Another coaxial here. Omega speedmaster broadarrow chrono with silver dial and blue hands. No pics though.


----------



## Stuart Davies (Jan 13, 2008)

Haven't taken this off yet


----------



## Mutley (Apr 17, 2007)

mach 0.0013137 said:


> OK, so this time it really is Saturday and I`m at work again wearing this odd couple...
> 
> *Omega Railmaster cal.2403 27 Jewel Co-Axial movement*
> 
> ...


Mach, just how mant wrists have you got


----------



## JoT (Aug 12, 2003)

A very nice trio Mac









Still wearing the Chrono Avenger


----------



## Stuart Davies (Jan 13, 2008)

mach 0.0013137 said:


> OK, so this time it really is Saturday and I`m at work again, wearing this odd couple...

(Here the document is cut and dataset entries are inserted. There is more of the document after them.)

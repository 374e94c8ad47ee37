import { expect, test } from "@playwright/test";
import { signedIn } from "../support/session";
import { signInAs } from "../support/browser";
import { createTankWithDevice } from "../support/fleet";
import { runWorkerOnce } from "../support/worker";
import { sendEchoReadings, type SentReading } from "../api/calibration-readings";

// Issue 6, browser test: a technician records two dips, previews and applies a calibration.
test.use({ timezoneId: "UTC" });

const HOUR = 3_600_000;
const MOUNT = 3;

/** datetime-local text for a UTC instant (the browser runs in UTC here). */
const localInput = (t: number) => new Date(t).toISOString().slice(0, 16);

test("a technician records two dips, previews and applies a calibration", async ({ page }) => {
  test.setTimeout(180_000);
  const admin = await signedIn("admin@halftrip.test");
  const fleet = await createTankWithDevice(admin);
  // The level falls from 2.0 m to 0.8 m over the last six hours; the sensor reads 2 % long (invented).
  const start = Math.floor((Date.now() - 6 * HOUR) / 60_000) * 60_000;
  const levelAt = (t: number) => 2.0 - (1.2 * (t - start)) / (6 * HOUR);
  const readings: SentReading[] = Array.from({ length: 36 }, (_, i) => {
    const t = start + i * 10 * 60_000;
    return { at: new Date(t), distanceM: 1.02 * (MOUNT - levelAt(t)) };
  });
  await sendEchoReadings(fleet.apiKey, readings);
  await runWorkerOnce();

  await signInAs(page, "technician@halftrip.test");
  await page.getByRole("navigation", { name: "Main" }).getByRole("link", { name: "Calibration" }).click();
  await expect(page.getByRole("heading", { name: "Calibration", exact: true })).toBeVisible();
  await page.getByLabel("Site").selectOption({ label: fleet.site.name });
  await page.getByRole("link", { name: fleet.tank.name }).click();
  await expect(page.getByRole("heading", { name: `${fleet.tank.name}: dips and calibration` })).toBeVisible();
  await expect(page.getByRole("note").filter({ hasText: "tank-top work and confined spaces follow the site's safety rules" })).toBeVisible();

  for (const t of [start + HOUR, start + 5 * HOUR]) {
    await page.getByLabel("Dipped level (m)").fill(levelAt(t).toFixed(3));
    await page.getByLabel("Time of the dip").fill(localInput(t));
    await page.getByLabel("Note").fill("tape");
    await page.getByRole("button", { name: "Record the dip" }).click();
    await expect(page.getByRole("status").filter({ hasText: `Recorded a dip of ${levelAt(t).toFixed(3)} m` })).toBeVisible();
  }
  const dips = page.getByRole("region", { name: "Dips beside the sensor" });
  await expect(dips.getByRole("checkbox")).toHaveCount(2);
  // Beside each dip, the sensor's level then: it reads low by 2 % of the distance (by hand: 2 % of 1.2 m and of 2.0 m).
  await expect(dips.getByRole("row")).toHaveCount(3);
  await expect(dips).toContainText("\u221224.0\u00a0mm");
  await expect(dips).toContainText("\u221240.0\u00a0mm");

  for (const box of await dips.getByRole("checkbox").all()) await box.check();
  await page.getByRole("button", { name: "Preview calibration" }).click();
  const preview = page.getByTestId("calibration-preview");
  await expect(preview).toContainText("Preview from 2 dips (offset and scale)");
  // Inverting raw = 1.02·true: scale 1/1.02 = 0.98039 (by hand), to the 0.1 µs of the echo times and the mm of the dips.
  await expect(preview).toContainText(/Scale1\.000000\.980[34]\d/);
  await expect(preview.getByRole("img", { name: /Level as measured now/ })).toBeVisible();

  await page.getByLabel("Note for the history").fill("annual check");
  await page.getByRole("button", { name: "Apply calibration" }).click();
  await expect(page.getByRole("status").filter({ hasText: "Calibration applied" })).toBeVisible();
  const history = page.getByRole("region", { name: "Calibration history" });
  await expect(history).toContainText("annual check");
  await expect(history.getByTestId("current-calibration")).toContainText(/scale 0\.980[34]\d/);

  // A wrong dip is voided with a reason: it stays listed, struck through, and can no longer be chosen.
  await dips.getByRole("button", { name: /^Void the dip of/ }).first().click();
  await page.getByRole("button", { name: "Void the dip", exact: true }).click();
  await expect(page.getByText("Say why the dip is void")).toBeVisible();
  await page.getByLabel("Why is it void?").fill("tape read at the wrong mark");
  await page.getByRole("button", { name: "Void the dip", exact: true }).click();
  const voided = dips.locator('tr[data-void="true"]');
  await expect(voided).toHaveCount(1);
  await expect(voided).toContainText("Void: tape read at the wrong mark");
  await expect(voided.getByRole("checkbox")).toBeDisabled();
});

Mach - have you got a watch shop? I haven't seen the same one twice!


----------



## dapper (Jun 18, 2004)

This one for Saturday morning:










Cheers


----------



## mach 0.0013137 (Jan 10, 2005)

mutley said:


> mach 0.0013137 said:
> 
> 
> > OK, so this time it really is Saturday and I`m at work again wearing this odd couple...
> ...


The usual four











JoT said:


> A very nice trio Mac


Thanks John











Stuart Davies said:


> mach 0.0013137 said:
> 
> 
> > OK, so this time it really is Saturday and I`m at work again, wearing this odd couple...
> ...


I`d go out of business fast if I did as I`m reluctant to sell them on


----------



## rev (Oct 12, 2007)

Coor Friday went fast didn't it!

Anyway decided to wear 6309 again but this time with the lumpy attached.










Mac how hard would it be to get hold of a Glycine like yours? looks great!


----------



## mach 0.0013137 (Jan 10, 2005)

rev said:


> Mac how hard would it be to get hold of a Glycine like yours? looks great!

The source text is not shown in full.